La scena, meno efficace di Cavalleria, mostra tuttavia nel suo monocromatismo quasi ossessivo di cogliere il senso di quell’inferno che vive “sotto” la Parigi delle luci e delle lusinghe (ci è mancato un riferimento esplicito che poteva essere anche solo accennato “sopra”) dove scaricatori, marinai, midinettes rincorrono inutilmente un sogno di felicità.

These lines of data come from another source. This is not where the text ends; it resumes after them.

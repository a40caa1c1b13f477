"""Legs: all rows once, in order, inside the memory."""

from __future__ import annotations

import os

import pytest
from hypothesis import assume, given, settings
from hypothesis import strategies as st

from subside import legs
from subside.errors import CannotDo
from subside.legs import Leg, Needs, default_memory, memory_in_use, plan_legs

IN_USE = 5e8


@pytest.fixture(autouse=True)
def steady(monkeypatch: pytest.MonkeyPatch) -> None:
    """So that the memory of the tests themselves does not matter."""
    monkeypatch.setattr(legs, "memory_in_use", lambda: IN_USE)


@settings(max_examples=300)
@given(rows=st.integers(1, 400), chunk=st.integers(1, 500), room=st.floats(1e6, 1e11),
       fixed=st.floats(0.0, 1e9), per_date=st.floats(0.0, 1e9), whole=st.booleans())
def test_all_rows_once_and_in_order(rows: int, chunk: int, room: float, fixed: float,
                                    per_date: float, whole: bool) -> None:
    needs = Needs(fixed, per_date)
    try:
        plan = plan_legs(needs, rows, chunk, whole, IN_USE + fixed + room)
    except CannotDo:
        # not even the least that a leg must hold
        assert (rows if whole else min(2, rows)) * per_date > room * (1 - 1e-6)
        return
    assert [row for first, last in plan for row in range(first, last)] == list(range(rows))
    assert all(first < last for first, last in plan)
    assert max(last - first for first, last in plan) * per_date <= room * (1 + 1e-6)
    assert not whole or plan == [(0, rows)]
    # of a start between two dates of the file the first row needs both
    assert plan[0][1] >= min(2, rows)


@given(rows=st.integers(3, 300), chunk=st.integers(2, 40), times=st.integers(1, 4),
       at=st.integers(-1, 50))
def test_legs_hold_whole_chunks_where_memory_allows(rows: int, chunk: int, times: int,
                                                    at: int) -> None:
    """Row r is date at + r of the file, whose chunks begin with its first date."""
    per_date = 3e9  # so that nothing but memory decides
    assume(rows > times * chunk + 1)
    plan = plan_legs(Needs(0.0, per_date), rows, chunk, False,
                     IN_USE + (times * chunk + 1.5) * per_date, at)
    assert plan[0][0] == 0 and plan[-1][1] == rows
    assert all((at + last) % chunk == 0 for _, last in plan[:-1])


def test_more_memory_makes_no_more_legs() -> None:
    count = [len(plan_legs(Needs(1e8, 1e8), 240, 1, False, IN_USE + room))
             for room in (4e8, 8e8, 1.6e9, 1e10)]
    assert count == sorted(count, reverse=True)
    # comfort: beyond 300 MB, or 8 dates, a leg gains nothing from being longer
    assert count[-1] == 240 // 8


@pytest.mark.parametrize(("whole", "needed"), [(False, 0.5 + 1.0 + 2 * 0.4),
                                               (True, 0.5 + 1.0 + 60 * 0.4)])
def test_what_does_not_fit_is_said_in_numbers(whole: bool, needed: float) -> None:
    """GB in use, fixed, and for the fewest dates."""
    with pytest.raises(CannotDo) as error:
        plan_legs(Needs(1e9, 4e8), 60, 1, whole, 2e9)
    text = str(error.value)
    assert f"needs about {needed:.3g} GB" in text and "may use 2 GB" in text
    assert "--memory" in text
    assert ("a law needs all dates at once" in text) == whole


def test_the_memory_that_is_taken_where_nothing_is_said(monkeypatch: pytest.MonkeyPatch) -> None:
    monkeypatch.undo()
    used, budget = memory_in_use(), default_memory()
    assert 1e7 < used < budget
    assert budget < 2 * float(os.sysconf("SC_PAGE_SIZE")) * os.sysconf("SC_PHYS_PAGES")
    assert plan_legs(Needs(0.0, 1.0), 10, 1, False, None) == [(0, 10)]


def test_no_memory_free_is_an_error_not_a_negative_number(monkeypatch: pytest.MonkeyPatch) -> None:
    monkeypatch.setattr(legs, "_free_memory", lambda: 0.0)
    assert default_memory() == IN_USE
    with pytest.raises(CannotDo):
        plan_legs(Needs(0.0, 1e6), 10, 1, False, None)


def test_rows_and_steps_of_a_leg() -> None:
    leg = Leg(2, 7, (3, 5))
    assert (leg.rows, leg.steps) == (5, 2)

L’immobilità del barcone che fa da sfondo al dramma è l’immobilità di quei personaggi, costretti, in modi diversi, a “piegare il capo e incurvar la schiena”, ossessionati dalla cupezza soffocante di una vita senza prospettive, insofferenti e disperati, capaci solo di cercare nella trasgressione (l’alcol per il Tinca “no fa bene il vino! S’affogano i pensieri di rivolta: ché se bevo non penso e se penso non rido!”, il tradimento per Luigi “par di rubare insieme qualcosa alla vita” e Giorgetta “C’è là in fondo Parigi che ci grida con mille voci liete il suo fascino immortal”) un assurdo risarcimento alla loro prostrazione.
E seppure ci sono mostrate figure più “positive” (la Frugola, Il Talpa ad esempio), queste non fanno che rafforzare il tono drammatico e pessimistico di quel luogo e delle anime che lo popolano.
Convincente la regia di Calenda, attenta ad essere essenziale ed efficace per non tradire l’austerità del contesto e per restituire, per quanto possibile, quel pathos che l’attraversa e la compenetra fin dalle prime battute.
In questo caso il tenore Francesco Anile (Luigi) ha dato una buona prova delle proprie capacità vocali e attoriali dando al personaggio quello spessore che merita. Sempre ottima la performance di Alberto Gazale (Michele), compreso in quel personaggio cupo e dai sentimenti profondi che non riesce a esternare al quale mette a disposizione una bella voce ed una recitazione molto coinvolgente.
Assolutamente brava Renata Lamanda che ha reso la Frugola in tutte le sue sfaccettature, come pure, nella sua più che navigata esperienza, ha fatto il basso Luigi Roni con Il Talpa e Mario Bolognesi con Il Tinca.
Più che positiva la soprano Chiara Angella (Giorgetta) che ha saputo dosare i due registri della protagonista (drammaticità e leggerezza) con bravura dandole quella credibilità che conquista il cuore del pubblico.
Interessante la direzione del M° Alberto Veronesi, attento a cogliere e restituire tutte le nuance di questa partitura nella quale Puccini impegna se stesso in un lavoro di cesello che rende quest’opera un piccolo capolavoro.
Prossime repliche il 10 e il 17 agosto.